Con los ruidos del motor y de sus perrunos vigilantes el pastor salió. Bajamos del coche después de dejarlo junto a la cuneta sin acercarlo al borde. No solía pasar gente por allí, por tanto, no haría falta empeñarse en dejar sitio. Miguel se acercó con una gran sonrisa. Susana, como siempre, saludaba a sus amigos con dos besos afectuosos y esta vez, además, con un gran abrazo.
A mí un escueto pero fuerte apretón de manos me sirvió para percibir la calidez y fortaleza de un hombre que frisaría con los sesenta, no muy alto pero grueso, de fuertes y velludos brazos, con poderosos pectorales que el tiempo todavía no había derrotado.
– Me alegro de verte por aquí…- saludó el pastor.
– Sí, ¿cómo estás Miguel? Hacía bastante tiempo… Desde marzo ¿no?
El pastor vestía unos arrantzales desgastados, un jersey azul de cuello de pico y unas zapatos sucios de estiércol.
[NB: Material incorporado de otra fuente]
"""Symbolic modified nodal analysis of small R, C, L and op-amp circuits.

A :class:`Circuit` lists two-terminal elements (resistors, capacitors and
inductors named by their reference designators), op-amps given by their
three pins, the node driven by the ideal input voltage source (``Vin``, from
ground) and the node whose voltage is ``Vout``.  Ground is the node ``gnd``.
:meth:`Circuit.transfer` returns ``Vout/Vin`` as a cancelled rational function
of the Laplace variable :data:`loopcraft.symbolic.symbols.S` (rad/s) and the component
symbols.

Model
-----
* Admittances: ``R -> 1/R``, ``C -> s*C``, ``L -> 1/(s*L)``.
* Ideal op-amp (nullor): ``V+ = V-``, no input current, output current free.
* Finite-gain op-amp (``opamp_gain=A``): a voltage-controlled voltage source
  ``Vout = A*(V+ - V-)`` referred to ground, no input current.  ``A`` may be a
  rational function of s, e.g. a single-pole model ``A0*wa/(s + wa)``.

Method
------
Every non-ground node other than the input gets one unknown voltage and one
equation: Kirchhoff's current law for ordinary nodes, the op-amp constraint
for op-amp output nodes (the output current is free, so that KCL row is
dropped).  Each element first gets its own admittance symbol ``y``; the
matrix entries are then integer polynomials, and ``Vout = det(M_out)/det(M)``
by Cramer's rule.  Both determinants are computed fraction-free: a maximum
matching and the strongly connected components of the matrix graph give the
block-triangular form (cascaded op-amp stages decouple into blocks), the
determinant is the product of the block determinants, and each block
determinant is expanded along its rows with memoization on the set of used
columns (sparse and division free; in measurements it beat Bareiss
elimination on every circuit tried, Bareiss remains the fallback for very
large dense blocks).  Each block determinant, which is linear in every
``y``, is mapped to a polynomial in s and the component values by
multiplying it by the impedances ``R`` and ``s*L`` of the elements it
contains.  Common factors are removed block by block with polynomial gcds.
Results are cached per ``(circuit, opamp_gain)``.

Typical first-solve times (one machine, sympy 1.14): a Type III compensator
or a Tow-Thomas biquad 1-30 ms, two cascaded multiple-feedback sections
5-30 ms, three cascaded sections with a symbolic gain ``A`` about 0.3 s, a
nine-section LC ladder (thousands of terms) about 1 s.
La cuadra que contenía las ovejas se veía a pocos metros, no era difícil adivinar en qué andaba ocupado.
Nos invitó a pasar al interior.
En eso Susana recibió una llamada de teléfono. Se alejó unos metros mientras yo ponía atención a lo que Miguel decía. No sabía nada de la vida en un caserío. El hedor me resultaba insoportable lo mismo que la visión de una cerda gorda hozando en un montón de desecho que se amontonaba junto al corral.
Aunque disimulando mi disgusto iba a preguntar por la forma de criar a los cerdos cuando Susana volvió hasta nosotros. Alguien que no identificó le había comunicado que tendría que bajar a Elizondo porque finalmente y tras dos semanas de espera el agente inmobiliario con quien había concertado una cita hacía un mes había encontrado por fin un hueco para atenderla.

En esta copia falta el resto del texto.